AUDUSD Technical Analysis 2014, 10.08 - 17.08: Ranging Bearish

 

D1 price is on ranging market condition within primary bearish.

W1 price is located inside Ichimoku cloud above Sinkou Span A line which is indicating the secondary ranging correction within primary bullish.

H4 price is ranging between 0.9238 support and 0.9286 resistance levels with primary bearish.

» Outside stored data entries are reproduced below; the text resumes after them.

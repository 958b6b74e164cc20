using System.Diagnostics;
using CopyNumber.Cli;

namespace CopyNumber.Tests.Resilience;

/// <summary>The built copynumber.dll run as a real child process, and POSIX signals sent to it with /bin/kill.</summary>
internal static class ChildProcess
{
    /// <summary>Exit status the dotnet host reports for a child ended by SIGKILL (128 + 9, common practice for POSIX shells and .NET).</summary>
    public const int KilledBySigkill = 137;

    /// <summary>Starts the binary (copied beside the tests by the project reference) under the dotnet host, with extra environment variables.</summary>
    public static Process Start(IEnumerable<string> arguments, IReadOnlyDictionary<string, string>? environment = null)
    {
        var binary = typeof(CliApplication).Assembly.Location;
        var host = Environment.ProcessPath is { } path && Path.GetFileNameWithoutExtension(path) == "dotnet" ? path : "dotnet";
        var info = new ProcessStartInfo(DefaultSignals.Value ? "/usr/bin/env" : host)
        {
            RedirectStandardError = true,
            RedirectStandardOutput = true,
            UseShellExecute = false,
        };
        if (DefaultSignals.Value)
        {
            info.ArgumentList.Add("--default-signal=HUP,INT,QUIT,TERM");
            info.ArgumentList.Add(host);
        }
        info.ArgumentList.Add(binary);
        foreach (var a in arguments) info.ArgumentList.Add(a);
        foreach (var (key, value) in environment ?? new Dictionary<string, string>()) info.Environment[key] = value;
        return Process.Start(info) ?? throw new InvalidOperationException("could not start the child process");
    }

    /// <summary>
    /// Whether the child can be started with the default handling of the stop signals. An ignored signal is inherited
    /// across exec, and a test host started as a background job of a non-interactive shell ignores SIGINT and SIGQUIT
    /// (POSIX, common practice); the .NET runtime then leaves them ignored in the child, as it should for a real
    /// background job, and the signal tests would test the shell instead of the program. coreutils' env
    /// (8.31 and later) resets them; it execs the host, so the child's process id is still the program's.
    /// </summary>
    private static readonly Lazy<bool> DefaultSignals = new(() =>
    {
        if (!OperatingSystem.IsLinux() || !File.Exists("/usr/bin/env")) return false;
        try
        {
            using var probe = Process.Start(new ProcessStartInfo("/usr/bin/env", ["--default-signal=INT", "true"]) { UseShellExecute = false, RedirectStandardError = true })!;
            probe.WaitForExit();
            return probe.ExitCode == 0;
        }
        catch (System.ComponentModel.Win32Exception)
        {
            return false;
        }
    });

    /// <summary>Sends <paramref name="signal"/> (e.g. "KILL", "TERM") to <paramref name="pid"/>.</summary>
    public static void Signal(int pid, string signal)
    {
        using var kill = Process.Start(new ProcessStartInfo("/bin/kill", ["-" + signal, pid.ToString()]) { UseShellExecute = false })!;
        kill.WaitForExit();
    }
}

If D1 price will break 0.9258 support level on close bar so the primary bearish will be continuing.
If not so we may see ranging market condition.

  • Recommendation for short: watch D1 price for breaking 0.9258 support level on close bar for possible sell trade
  • Recommendation to go long: n/a
  • Trading Summary: ranging

UPCOMING EVENTS (high/medium impacted news events which may be affected on AUDUSD price movement for this coming week)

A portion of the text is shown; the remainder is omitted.